Weiterhin stellten die Richter fest, dass es sich bei den §§ 4 Abs. 1, 28 BDSG um Marktverhaltensregeln im Sinne des § 4 Nr. 11 UWG handelt, weil und soweit sie die Zulässigkeit des Erhebens (§ 3 Abs. 3 BDSG), Verarbeitens (§ 3 Abs. 4 BDSG) und Nutzens (§ 3 Abs. 5 BDSG) personenbezogener Daten (§ 3 Abs. 1 BDSG) für Zwecke der Verkaufsförderung, insbesondere der Werbung, regeln.
Der § 4 Nr. 11 UWG erfasst nämlich grundsätzlich nur solche Vorschriften, die zumindest auch den Schutz der Interessen der Marktteilnehmer bezwecken. Marktteilnehmer sind nach § 2 Abs. 1 Nr. 2 UWG neben Mitbewerbern und Verbrauchern alle Personen, die als Anbieter oder Nachfrager von Waren oder Dienstleistungen tätig sind. Der Zweck, Interessen der Marktteilnehmer zu schützen, muss dabeu nicht der einzige und nicht einmal der primäre Zweck der jeweiligen Norm sein.

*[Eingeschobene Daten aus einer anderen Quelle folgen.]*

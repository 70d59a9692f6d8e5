import { LEARNING_BLOCK_SIZE, type LearningBlock } from '#shared/schemas/learning'

const mean = (values: readonly number[]) => values.reduce((a, b) => a + b, 0) / values.length

/** Mean |difference| by blocks of consecutive cases, oldest first; the last block may hold fewer. */
export function learningCurve(differences: readonly number[], size = LEARNING_BLOCK_SIZE): LearningBlock[] {
  const blocks: LearningBlock[] = []
  for (let start = 0; start < differences.length; start += size) {
    const block = differences.slice(start, start + size)
    blocks.push({
      block: blocks.length + 1,
      fromCase: start + 1,
      toCase: start + block.length,
      n: block.length,
      meanAbsDifferenceCmH2O: mean(block.map(Math.abs)),
    })
  }
  return blocks
}

/** Bias (mean difference) and mean |difference|; null without any pair. */
export function differenceFigures(differences: readonly number[]) {
  if (!differences.length) return { n: 0, bias: null, meanAbsDifference: null }
  return { n: differences.length, bias: mean(differences), meanAbsDifference: mean(differences.map(Math.abs)) }
}
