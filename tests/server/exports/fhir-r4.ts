import { Fhir, Versions } from 'fhir'
import { ParseConformance } from 'fhir/parseConformance'

// FHIR.js (lantanagroup/FHIR.js) with its bundled R4 definitions, chosen explicitly (node_modules/fhir/README.md):
// structure, cardinality, primitive formats and required value-set bindings of every resource in the Bundle.
const r4 = new Fhir(new ParseConformance(true, Versions.R4))

export interface R4Result {
  valid: boolean
  /** Messages of severity error or fatal, as "location: message". */
  errors: string[]
}

/** Validates a resource (here: a Bundle and everything in it) against FHIR R4; unknown properties are errors. */
export function validateR4(resource: object): R4Result {
  const result = r4.validate(resource, { errorOnUnexpected: true })
  const errors = result.messages.filter((m) => m.severity === 'error' || m.severity === 'fatal').map((m) => `${m.location}: ${m.message}`)
  return { valid: result.valid, errors }
}
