import type { User } from '#shared/schemas/user'
import { AppError, invalidInput } from '../errors.ts'
import { UserModel } from '../models/index.ts'
import { membersOf, teamIdsOf } from '../users/team-members.ts'
import { rolesOf } from '../users/users.service.ts'

export interface LearningViewer {
  user: User
  mask: (patientCode: string) => string
}

const notFound = () => new AppError('resident-not-found', 404, 'No such resident among those you supervise')

/**
 * Whose agreement the viewer may read, and how they see patient codes. A resident: their own (another's id is 404).
 * An attending: a resident of their teams, with real codes. An educator: any resident, codes as pseudonyms, as the
 * agreement dashboard shows the whole program to them.
 */
export async function residentFor(viewer: LearningViewer, residentId: string | undefined) {
  const { user, mask } = viewer
  const roles = new Set(user.roles)
  const id = residentId ?? user.id
  if (id === user.id) {
    if (!roles.has('resident')) throw invalidInput({ residentId: 'Choose a resident' })
    return { resident: user, codeOf: (code: string) => code }
  }
  if (!roles.has('attending') && !roles.has('educator')) throw notFound()
  const row = await UserModel.findByPk(id)
  if (!row || !rolesOf(row).includes('resident')) throw notFound()
  if (roles.has('attending') && (await membersOf(teamIdsOf(user))).has(id)) return { resident: row, codeOf: (code: string) => code }
  if (roles.has('educator')) return { resident: row, codeOf: mask }
  throw notFound()
}
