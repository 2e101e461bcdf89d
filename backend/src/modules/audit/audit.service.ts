import { Injectable } from '@nestjs/common';
import type { AuditEntry, ListResult } from '@linkloom/shared';
import type { AuthUser } from '../../common/auth.decorators.js';
import type { Executor } from '../../db/database.js';
import { AuditRepository } from './audit.repository.js';

/** An audit entry as the API lists it (the shared response shape). */
export type AuditItem = AuditEntry;

/** Records who did what to which entity; pass the transaction handle when the change itself is transactional. */
@Injectable()
export class AuditService {
  constructor(private readonly repository: AuditRepository) {}

  async record(
    actor: Pick<AuthUser, 'id' | 'email'> | null,
    action: string,
    entityType: string,
    entityId: string,
    details: Record<string, unknown> = {},
    options: { docSetId?: string; executor?: Executor } = {},
  ): Promise<void> {
    await this.repository.insert(
      {
        actorId: actor?.id ?? null,
        actorEmail: actor?.email ?? 'system',
        action,
        entityType,
        entityId,
        details,
        docSetId: options.docSetId ?? null,
      },
      options.executor,
    );
  }

  async list(
    filter: { entityType?: string; entityId?: string; docSetId?: string },
    page: number,
    pageSize: number,
  ): Promise<ListResult<AuditItem>> {
    const { rows, total } = await this.repository.list(filter, (page - 1) * pageSize, pageSize);
    return {
      items: rows.map((r) => ({ ...r, at: r.at.toISOString() })),
      total,
      page,
      pageSize,
    };
  }
}
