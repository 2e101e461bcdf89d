/**
 * Linkloom's pure link-graph engine: no I/O, no framework, typed arrays throughout.
 * Pages are numbered 0..N-1 in the order of the page ids given to `buildLinkGraph`.
 */

/** CSR link graph: build from page ids and links, or quickly from Int32Array edge pairs. */
export { buildLinkGraph, buildGraphFromEdgePairs, hasEdge, inDegree, outDegree } from './build-graph.js';
export type { IndexedLinkGraph, LinkGraph, LinkPair } from './build-graph.js';

/** Stationary score (PageRank) by power iteration, as defined in docs/metrics.md. */
export { computeStationaryScore, STATIONARY_SCORE_DEFAULTS } from './algorithms/stationary-score.js';
export type { StationaryScoreOptions, StationaryScoreResult } from './algorithms/stationary-score.js';

/** Click depth from entry pages (multi-source BFS); -1 marks unreachable pages. */
export { computeClickDepth } from './algorithms/reachability.js';

/** Weakly and strongly connected components, numbered in order of their lowest page. */
export { strongComponents, weakComponents } from './algorithms/components.js';
export type { Components } from './algorithms/components.js';

/** Score gain of a proposed link (warm-started recomputation), singly or for many sources of one target. */
export { computeScoreGain, computeScoreGainsForTarget } from './algorithms/score-gain.js';
export type { ScoreGain, ScoreGainOptions } from './algorithms/score-gain.js';

/** Islands: weak components apart from the entry pages' own (0 = main site). */
export { islandNumbers } from './algorithms/islands.js';

/** Rank pages by score (1 = highest; equal scores ordered by page id). */
export { rankByScore } from './algorithms/rank-order.js';

/**
 * Every per-page metric and the summary of one run, from page ids and links. Without a known entry page,
 * pages count as reachable (depth null), the largest weak component is the main site, and the teleport is uniform.
 */
export { analyzeLinkGraph } from './analyze.js';
export type { AnalyzeLinkGraphInput, LinkGraphAnalysis, LinkGraphSummary, PageMetrics } from './analyze.js';
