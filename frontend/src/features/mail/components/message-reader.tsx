import { useState } from 'react';
import { Box, Paper, Stack, ToggleButton, ToggleButtonGroup, Typography } from '@mui/material';
import { EmptyState } from '../../../components/ui/empty-state.js';
import { ErrorPanel } from '../../../components/ui/error-panel.js';
import { LoadingSkeleton } from '../../../components/ui/loading-skeleton.js';
import { useMailboxMessage } from '../api/get-mailbox-message.js';

type View = 'text' | 'html';

/**
 * Reading pane for one caught message. The HTML body is whatever the sender wrote, so it is shown only in an
 * iframe with an empty `sandbox` attribute: no scripts, no forms, no navigation of the app, and a unique
 * origin so it cannot read the session (WHATWG HTML Living Standard, "The iframe element", sandbox attribute; from memory).
 */
export function MessageReader({ messageId }: { messageId: string | null }) {
  const message = useMailboxMessage(messageId);
  const [view, setView] = useState<View>('text');

  if (!messageId) return <EmptyState title="No message open" hint="Pick a message in the list to read it here." />;
  if (message.isLoading) return <LoadingSkeleton count={6} />;
  if (message.error) return <ErrorPanel error={message.error} onRetry={() => message.refetch()} title="This message could not be opened" />;
  const data = message.data;
  if (!data) return null;

  return (
    <Paper variant="outlined" component="article" aria-label="Message" sx={{ p: 2 }}>
      <Stack spacing={1}>
        <Typography variant="h3" component="h2" sx={{ wordBreak: 'break-word' }}>
          {data.subject || '(no subject)'}
        </Typography>
        <Typography variant="body2" color="text.secondary">
          From {data.from || 'unknown'} · to {data.to.join(', ') || 'nobody'} · {new Date(data.receivedAt).toLocaleString()}
        </Typography>
        <ToggleButtonGroup
          size="small"
          exclusive
          value={view}
          onChange={(_, next: View | null) => next && setView(next)}
          aria-label="Show message as"
        >
          <ToggleButton value="text">Plain text</ToggleButton>
          <ToggleButton value="html" disabled={!data.html}>
            HTML
          </ToggleButton>
        </ToggleButtonGroup>
        {view === 'html' && data.html ? (
          <Box
            component="iframe"
            title={`HTML of “${data.subject}”`}
            sandbox=""
            srcDoc={data.html}
            sx={{ width: '100%', height: 480, border: 1, borderColor: 'divider', borderRadius: 1, bgcolor: '#fff' }}
          />
        ) : (
          <Box component="pre" sx={{ whiteSpace: 'pre-wrap', wordBreak: 'break-word', m: 0, fontFamily: 'monospace', fontSize: 13 }}>
            {data.text || '(this message has no plain-text part; switch to HTML)'}
          </Box>
        )}
      </Stack>
    </Paper>
  );
}
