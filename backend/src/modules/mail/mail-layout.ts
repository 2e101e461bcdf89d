// The look of every Linkloom e-mail: one centred table, inline styles only and no remote images, fonts or
// style sheets, because mail clients drop <style> blocks and block remote content (common practice). Every
// helper escapes what it is given; only `html` strings made by these helpers are passed through as they are.
import { escapeHtml } from './mail-address.js';

const INK = '#123F4A';
const SAFFRON = '#E8893A';
const TEXT = '#1C2629';
const MUTED = '#4F5F63';
const LINEN = '#F2EFE8';
const FONT = "font-family:Roboto,'Segoe UI',Helvetica,Arial,sans-serif";

/** A piece of HTML made by the helpers below (already escaped). */
export interface Html {
  readonly html: string;
}

const raw = (html: string): Html => ({ html });

export function paragraph(text: string, muted = false): Html {
  return raw(`<p style="margin:0 0 12px;${FONT};font-size:14px;line-height:20px;color:${muted ? MUTED : TEXT}">${escapeHtml(text)}</p>`);
}

/** Small grey print (footers): the parts joined with " · ". */
export function smallPrint(parts: (string | Html)[]): Html {
  const body = parts.map((p) => (typeof p === 'string' ? escapeHtml(p) : p.html)).join(' · ');
  return raw(`<p style="margin:0 0 6px;${FONT};font-size:12px;line-height:18px;color:${MUTED}">${body}</p>`);
}

export function heading(text: string): Html {
  return raw(`<h2 style="margin:20px 0 8px;${FONT};font-size:16px;line-height:22px;font-weight:600;color:${INK}">${escapeHtml(text)}</h2>`);
}

export function link(label: string, url: string): Html {
  return raw(`<a href="${escapeHtml(url)}" style="color:${INK};text-decoration:underline">${escapeHtml(label)}</a>`);
}

export function button(label: string, url: string): Html {
  return raw(
    `<table role="presentation" cellpadding="0" cellspacing="0" style="margin:8px 0 16px"><tr><td style="background:${SAFFRON};border-radius:6px">` +
      `<a href="${escapeHtml(url)}" style="display:inline-block;padding:10px 18px;${FONT};font-size:14px;font-weight:600;color:#1B1208;text-decoration:none">${escapeHtml(label)}</a>` +
      '</td></tr></table>',
  );
}

export function bulletList(items: (string | Html)[]): Html {
  const cells = items.map((i) => `<li style="margin:0 0 4px">${typeof i === 'string' ? escapeHtml(i) : i.html}</li>`).join('');
  return raw(`<ul style="margin:0 0 12px;padding-left:20px;${FONT};font-size:14px;line-height:20px;color:${TEXT}">${cells}</ul>`);
}

export type Cell = string | number | Html;

/** A data table; columns of numbers are right-aligned, heading included, so counts read at a glance. */
export function dataTable(headers: string[], rows: Cell[][]): Html {
  const numeric = headers.map((_, i) => rows.length > 0 && rows.every((r) => typeof r[i] === 'number'));
  const cell = (c: Cell, column: number, tag: 'td' | 'th') => {
    const body = typeof c === 'object' ? c.html : escapeHtml(String(c));
    const shade = tag === 'th' ? `background:${LINEN};font-weight:600;` : '';
    const align = numeric[column] ? 'right' : 'left';
    return `<${tag} style="${shade}padding:6px 10px;border-bottom:1px solid #E3DED3;text-align:${align};${FONT};font-size:13px;line-height:18px;color:${TEXT}">${body}</${tag}>`;
  };
  const head = `<tr>${headers.map((h, i) => cell(h, i, 'th')).join('')}</tr>`;
  const body = rows.map((r) => `<tr>${r.map((c, i) => cell(c, i, 'td')).join('')}</tr>`).join('');
  return raw(
    `<table role="presentation" cellpadding="0" cellspacing="0" width="100%" style="border-collapse:collapse;margin:0 0 12px">${head}${body}</table>`,
  );
}

export interface MailPage {
  /** The headline inside the mail. */
  title: string;
  /** The line a mail client shows beside the subject; hidden in the body. */
  preheader: string;
  body: Html[];
  footer: Html[];
}

/** A whole HTML document for the `text/html` part. */
export function renderMailPage(page: MailPage): string {
  return [
    '<!DOCTYPE html><html lang="en"><head><meta charset="utf-8"><meta name="viewport" content="width=device-width">',
    `<title>${escapeHtml(page.title)}</title></head>`,
    `<body style="margin:0;padding:0;background:${LINEN}">`,
    `<div style="display:none;max-height:0;overflow:hidden">${escapeHtml(page.preheader)}</div>`,
    `<table role="presentation" cellpadding="0" cellspacing="0" width="100%" style="background:${LINEN}"><tr><td align="center" style="padding:24px 12px">`,
    '<table role="presentation" cellpadding="0" cellspacing="0" width="640" style="max-width:640px;width:100%;background:#FFFFFF;border-radius:10px">',
    `<tr><td style="background:${INK};border-radius:10px 10px 0 0;padding:14px 24px;${FONT};font-size:15px;font-weight:600;color:#FFFFFF">Linkloom</td></tr>`,
    `<tr><td style="padding:20px 24px 8px"><h1 style="margin:0 0 12px;${FONT};font-size:20px;line-height:26px;font-weight:500;color:${TEXT}">${escapeHtml(page.title)}</h1>`,
    ...page.body.map((b) => b.html),
    '</td></tr>',
    `<tr><td style="padding:12px 24px 20px;border-top:1px solid #E3DED3">${page.footer.map((f) => f.html).join('')}</td></tr>`,
    '</table></td></tr></table></body></html>',
  ].join('\n');
}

Die Entscheidung des OLG Karlsruhe ist deshalb besonders interessant, da hinsichtlich der Wettbewerbswidrigkeit von Datenschutzverstößen bisher keine höchstrichterliche Rechtsprechung besteht und die Obergerichte dieses uneinheitlich bewertet haben. Teilweise wird die wettbewerbsrechtliche Haftung insgesamt abgelehnt, da es sich bei den Datenschutzvorschriften nicht um Marktverhaltensregeln handeln soll. Andere Gerichte gehen davon aus, dass Datenschutz als Marktverhaltensregel nur abmahnbar ist, wenn Daten zu Werbezwecken rechtswidrig erhoben, verarbeitet oder genutzt werden.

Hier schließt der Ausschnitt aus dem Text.